La Favorite ★★★☆

Anne (Olivia Colman) est reine d’Angleterre dans les premières années du dix-huitième siècle. Malade de la goutte, cyclothymique, gloutonne, elle ne prête guère d’attention aux affaires du royaume, notamment à la guerre qui fait rage avec la France, et en a délégué la charge à sa favorite, Lady Sarah (Rachel Weisz).
Cousine de Lady Sarah, Abigail Hill (Emma Stone) a été réduite par les revers de fortune de son père à s’employer comme servante à la Cour. Mais grâce à une concoction d’herbes qu’elle prépare pour apaiser la goutte de la reine, la jeune femme entrevoit la possibilité de s’attirer ses grâces et de retrouver son rang.
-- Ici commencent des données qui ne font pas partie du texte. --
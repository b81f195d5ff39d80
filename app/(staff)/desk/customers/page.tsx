import type { Metadata } from "next";
import Link from "next/link";
import { requirePermission } from "@/lib/auth/guard";
import { can } from "@/lib/auth/permissions";
import { getEm } from "@/lib/db/orm";
import { parseTableQuery } from "@/lib/tables/params";
import { customerTablePage } from "@/lib/tables/customers";
import { listCustomersQuerySchema } from "@/lib/tables/customers-spec";
import { PageHeader } from "@/components/ui/page-header";
import { FilterBar } from "@/components/data-table/filter-bar";
import { filterNames, type FilterSpec } from "@/lib/tables/filters";
import { QueryNotice } from "@/components/data-table/query-notice";
import { TableLinks } from "@/components/data-table/table-links";
import { CustomersTable } from "./_components/customers-table";

export const metadata: Metadata = { title: "Customers" };

const FILTERS: FilterSpec[] = [
  { kind: "search", name: "q", label: "Search", placeholder: "Name, phone, e-mail or company" },
  {
    kind: "select",
    name: "account",
    label: "Orders online",
    allLabel: "Online and by phone",
    options: [
      { value: "yes", label: "Has an account" },
      { value: "no", label: "By phone only" },
    ],
  },
];

export default async function CustomersPage({ searchParams }: PageProps<"/desk/customers">) {
  const user = await requirePermission("orders.desk", "/desk/customers");
  const { query, problems } = parseTableQuery(listCustomersQuerySchema, await searchParams);
  const page = await customerTablePage(await getEm(), query);
  return (
    <>
      <PageHeader
        title="Customers"
        description="People and businesses the shop builds for, online and by phone; the newest first."
        actions={
          <Link href="/desk/new" className="btn-accent no-underline">
            New phone order
          </Link>
        }
      />
      <TableLinks current="/desk/customers" owner={can(user.role, "shop.overview")} />
      <QueryNotice problems={problems} />
      <FilterBar filters={FILTERS} idPrefix="customers" />
      <CustomersTable
        rows={page.rows}
        total={page.total}
        query={query}
        filtered={filterNames(FILTERS).some((n) => n in query)}
      />
    </>
  );
}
La Favorite déboule sur nos écrans précédé d’une flatteuse réputation. La critique l’encense – à l’exception de Libération (« un barbouillis d’images qui s’affaissent sous leur propre poids ») et des Inrocks (« Prostré derrière sa malice dont il se gargarise grassement, [le cinéma de Lánthimos] semble condamné à rester éternellement englué dans l’admiration de son propre génie »), qui prennent méchamment le contrepied de leurs confrères . Le film a raflé une moisson de récompenses à la Mostra de Venise et aux Golden Globes en attendant sa probable consécration aux Oscars dans quinze jours.
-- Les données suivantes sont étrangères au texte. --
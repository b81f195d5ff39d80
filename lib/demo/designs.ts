/**
 * The invented shafts the demo data and the data generator order (demo data): a few designs
 * varied in length from the example files, each evaluated and priced once with the shop's real
 * engine and price book, and each routing step's record sheet derived for pickup and shipping.
 */
import streetTruck from "@/examples/street-truck.json";
import compoundOffset from "@/examples/compound-offset.json";
import { quoteDesigns } from "@/lib/orders/place-order";
import type { ShopEngineering } from "@/lib/shop/config";
import type { QuoteLine } from "@/lib/pricing/price-book";
import { deriveSteps, type StepSpec } from "@/lib/traveller/steps";
import type { Fulfilment } from "@/lib/orders/states";

export interface DemoDesign {
  key: number;
  name: string;
  application: { description: string; use: string };
  design: Record<string, unknown>;
  evaluation: Record<string, unknown>;
  overall: string;
  lines: QuoteLine[];
  priceCents: number;
  steps: { pickup: StepSpec[]; ship: StepSpec[] };
}

/** Invented uses (demo data). */
const VARIANTS = [
  {
    base: streetTruck,
    factor: 1,
    name: "Rear shaft, 1979 pickup",
    use: "street",
    what: "Half-ton pickup, V8, 3-speed automatic",
  },
  {
    base: streetTruck,
    factor: 0.92,
    name: "Rear shaft, short-bed pickup",
    use: "street",
    what: "Short-bed pickup, V8 swap",
  },
  {
    base: streetTruck,
    factor: 1.06,
    name: "Rear shaft, tow rig",
    use: "towing",
    what: "Three-quarter-ton tow rig, stock engine",
  },
  {
    base: streetTruck,
    factor: 0.85,
    name: "Rear shaft, muscle coupe",
    use: "street",
    what: "Coupe, manual 4-speed",
  },
  {
    base: compoundOffset,
    factor: 1,
    name: "Rear shaft, lifted 4x4",
    use: "off-road",
    what: "Lifted 4x4, offset pinion",
  },
  {
    base: compoundOffset,
    factor: 0.9,
    name: "Front shaft, lifted 4x4",
    use: "off-road",
    what: "Lifted 4x4, front axle",
  },
  {
    base: compoundOffset,
    factor: 1.08,
    name: "Feed-mixer drive",
    use: "industrial",
    what: "Feed mixer, offset gearbox",
  },
  {
    base: compoundOffset,
    factor: 0.95,
    name: "Rock crawler rear",
    use: "off-road",
    what: "Trail buggy, slip in the shaft",
  },
] as const;

function scaled(base: Record<string, unknown>, factor: number): Record<string, unknown> {
  const d = JSON.parse(JSON.stringify(base)) as Record<string, unknown> & {
    lengthMm: number;
    slip?: { collapsedLengthMm: number };
  };
  d.lengthMm = Math.round(d.lengthMm * factor * 10) / 10;
  if (d.slip) d.slip.collapsedLengthMm = Math.round(d.slip.collapsedLengthMm * factor * 10) / 10;
  return d;
}

/** The demo designs that the shop's engine passes (warnings allowed, failures left out). */
export function demoDesigns(shop: ShopEngineering): DemoDesign[] {
  const out: DemoDesign[] = [];
  for (const v of VARIANTS) {
    const design = scaled(v.base as unknown as Record<string, unknown>, v.factor);
    let quoted;
    try {
      quoted = quoteDesigns([{ name: v.name, design }], shop, "pickup").shafts[0]!;
    } catch {
      continue; // a variant the shop's current catalogue cannot price is left out
    }
    if (quoted.report.overall === "fail") continue;
    const evaluation = JSON.parse(JSON.stringify(quoted.report)) as Record<string, unknown>;
    const steps = (fulfilment: Fulfilment) =>
      deriveSteps({ report: quoted.report, fulfilment, floor: shop.floor });
    out.push({
      key: out.length,
      name: v.name,
      application: { description: v.what, use: v.use },
      design,
      evaluation,
      overall: quoted.report.overall,
      lines: quoted.lines,
      priceCents: quoted.priceCents,
      steps: { pickup: steps("pickup"), ship: steps("ship") },
    });
  }
  if (!out.length) throw new Error("No demo design passes the shop's checks; the demo data needs one.");
  return out;
}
Yórgos Lánthimos est un jeune réalisateur grec surdoué qui, à l’instar d’un Alfonso Cuarón, d’un Denis Villeneuve ou d’un Alejandro Iñárritu, après avoir fait ses premières armes dans son pays (Canine en 2009, Alps en 2011), a tapé dans l’œil des studios hollywoodiens (The Lobster en 2015, Mise à mort du cerf sacré en 2017). Dès les premières images, on reconnaît sa patte. L’image est particulièrement soignée, qui nous plonge dans le même état de confusion que la reine malade : longs travelings, très larges objectifs, effets « fish-eye » refus du champ-contrechamp rapetissent les personnages, les isolent dans des espaces immenses, tordent les lignes droites. La bande son est tout aussi intrigante, mélange de musique baroque et sérielle.
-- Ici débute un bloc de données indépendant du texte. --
function FittingRow({
  index,
  onRemove,
  series,
}: {
  index: number;
  onRemove: () => void;
  series: { value: string; label: string }[];
}) {
  const p = `catalogue.endFittings.${index}` as const;
  const row = useRowName(`${p}.id`, "fitting", index);
  return (
    <tr>
      <td className={TD}>
        <TextInput name={`${p}.id`} label={`Id of ${row}`} mono className="w-36" />
      </td>
      <td className={TD}>
        <TextInput name={`${p}.name`} label={`Name of ${row}`} className="w-72" />
      </td>
      <td className={TD}>
        <SelectInput name={`${p}.kind`} label={`Kind of ${row}`} options={FITTING_KINDS} className="w-40" />
      </td>
      <td className={TD}>
        <SelectInput
          name={`${p}.jointSeriesId`}
          label={`Joint series of ${row}`}
          options={series}
          className="w-28"
        />
      </td>
      <td className={TD}>
        <NumberInput
          name={`${p}.tubeOdMm`}
          label={`Tube OD (mm) of ${row}`}
          hint={inches(3)}
          className="w-24"
        />
      </td>
      <td className={TD}>
        <SelectInput name={`${p}.weldFamily`} label={`Weld family of ${row}`} options={WELD_FAMILIES} />
      </td>
      <td className={TD}>
        <NumberInput
          name={`${p}.jointCentreToWeldSeatMm`}
          label={`Joint centre to weld seat (mm) of ${row}`}
          hint={inches(2)}
          className="w-24"
        />
      </td>
      <td className={TD}>
        <NumberInput name={`${p}.massKg`} label={`Mass (kg) of ${row}`} className="w-20" />
      </td>
      <td className={TD}>
        <NumberInput name={`${p}.torqueRatingNm`} label={`Torque rating (N·m) of ${row}`} className="w-24" />
      </td>
      <td className={TD}>
        <NumberInput name={`${p}.priceCents`} label={`Price of ${row}`} money className="w-28" />
      </td>
      <td className={TD}>
        <NumberInput
          name={`${p}.fastenerTorqueNm`}
          label={`Flange bolt torque (N·m) of ${row}`}
          empty={undefined}
          placeholder="—"
          className="w-20"
        />
      </td>
      <td className={TD}>
        <TextInput
          name={`${p}.fastenerTorqueSource`}
          label={`Flange bolt torque source of ${row}`}
          className="w-56"
        />
      </td>
      <FlangeCells p={p} row={row} />
      <td className={TD}>
        <RemoveButton label={`Remove ${row}`} onClick={onRemove} />
      </td>
    </tr>
  );
}

export function FittingsSection() {
  const { fields, append, remove } = useFieldArray<ShopConfigDocumentInput, "catalogue.endFittings">({
    name: "catalogue.endFittings",
  });
  const series = useSeriesOptions();
  return (
    <Section
      id="fittings"
      title={`End fittings (${fields.length})`}
      description="Yokes welded to the tube: dimensions in millimetres, mass, torque rating including the weld, price. A flange bolt torque, when given, names its source. A flange yoke's bolt pattern (bolts, bolt circle, pilot) is matched to the vehicle's companion flange: give all three or none."
      action={
        <AddButton
          label="Add end fitting"
          onClick={() =>
            append(
              {
                id: "",
                name: "",
                kind: "weld-yoke",
                jointSeriesId: series[0]?.value ?? "",
                weldFamily: "steel",
              } as never,
              { focusName: `catalogue.endFittings.${fields.length}.id` },
            )
          }
        />
      }
    >
      <Table
        caption="End fittings"
        headings={[
          "Id",
          "Name",
          "Kind",
          "Joint series",
          { label: "Tube OD (mm)", right: true },
          "Weld family",
          { label: "Joint centre to weld seat (mm)", right: true },
          { label: "Mass (kg)", right: true },
          { label: "Torque rating (N·m)", right: true },
          { label: "Price", right: true },
          { label: "Flange bolt torque (N·m)", right: true },
          "Bolt torque source",
          ...FLANGE_HEADINGS,
          { label: "Remove", srOnly: true },
        ]}
      >
        {fields.map((f, i) => (
          <FittingRow key={f.id} index={i} onRemove={() => remove(i)} series={series} />
        ))}
      </Table>
    </Section>
  );
}

function JointRow({
  index,
  onRemove,
  series,
}: {
  index: number;
  onRemove: () => void;
  series: { value: string; label: string }[];
}) {
  const p = `catalogue.jointSeries.${index}` as const;
  const row = useRowName(`${p}.id`, "joint series", index);
  return (
    <tr>
      <td className={TD}>
        <TextInput name={`${p}.id`} label={`Id of ${row}`} mono className="w-28" />
      </td>
      <td className={TD}>
        <TextInput name={`${p}.name`} label={`Name of ${row}`} className="w-56" />
      </td>
      <td className={TD}>
        <NumberInput
          name={`${p}.torqueRatingNm`}
          label={`Peak torque rating (N·m) of ${row}`}
          className="w-24"
        />
      </td>
      <td className={TD}>
        <NumberInput
          name={`${p}.continuousTorqueNm`}
          label={`Continuous rating (N·m) of ${row}`}
          empty={undefined}
          placeholder="—"
          className="w-24"
        />
      </td>
      <td className={TD}>
        <NumberInput
          name={`${p}.maxWorkingAngleDeg`}
          label={`Largest working angle (°) of ${row}`}
          className="w-20"
        />
      </td>
      <td className={TD}>
        <NumberInput name={`${p}.massKg`} label={`Mass (kg) of ${row}`} className="w-20" />
      </td>
      <td className={TD}>
        <NumberInput name={`${p}.priceCents`} label={`Price of ${row}`} money className="w-28" />
      </td>
      <td className={TD}>
        <NumberInput
          name={`${p}.strapTorqueNm`}
          label={`Strap torque (N·m) of ${row}`}
          empty={undefined}
          placeholder="—"
          className="w-20"
        />
      </td>
      <td className={TD}>
        <TextInput name={`${p}.strapTorqueSource`} label={`Strap torque source of ${row}`} className="w-56" />
      </td>
      <JointInterfaceCells p={p} row={row} series={series} />
      <td className={TD}>
        <RemoveButton label={`Remove ${row}`} onClick={onRemove} />
      </td>
    </tr>
  );
}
La Favorite est un titre singulier pour un film pluriel. Il met en scène trois femmes : une reine et deux favorites. Des trois actrices, il est difficile de distinguer la meilleur. Qu’Olivia Colman soit en lice pour l’oscar du meilleur rôle et les deux autres pour celui du meilleur second rôle n’a guère de sens. Bien entendu, c’est pour Emma Stone que j’ai les yeux de Chimène (la bisexualité des personnages m’autorisant cette audacieuse métaphore). Elle joue à merveilleuse la jeune ingénue, moins naïve qu’il n’y paraît. Mais force m’est de saluer aussi la maîtrise de Rachel Weisz, impériale de froideur, de beauté et de rage.

La Favorite a la cruauté sadique des Liaisons dangereuses, l’ironie flamboyante de Amadeus, la sophistication baroque de Meurtres dans un jardin anglais. Un chef d’œuvre.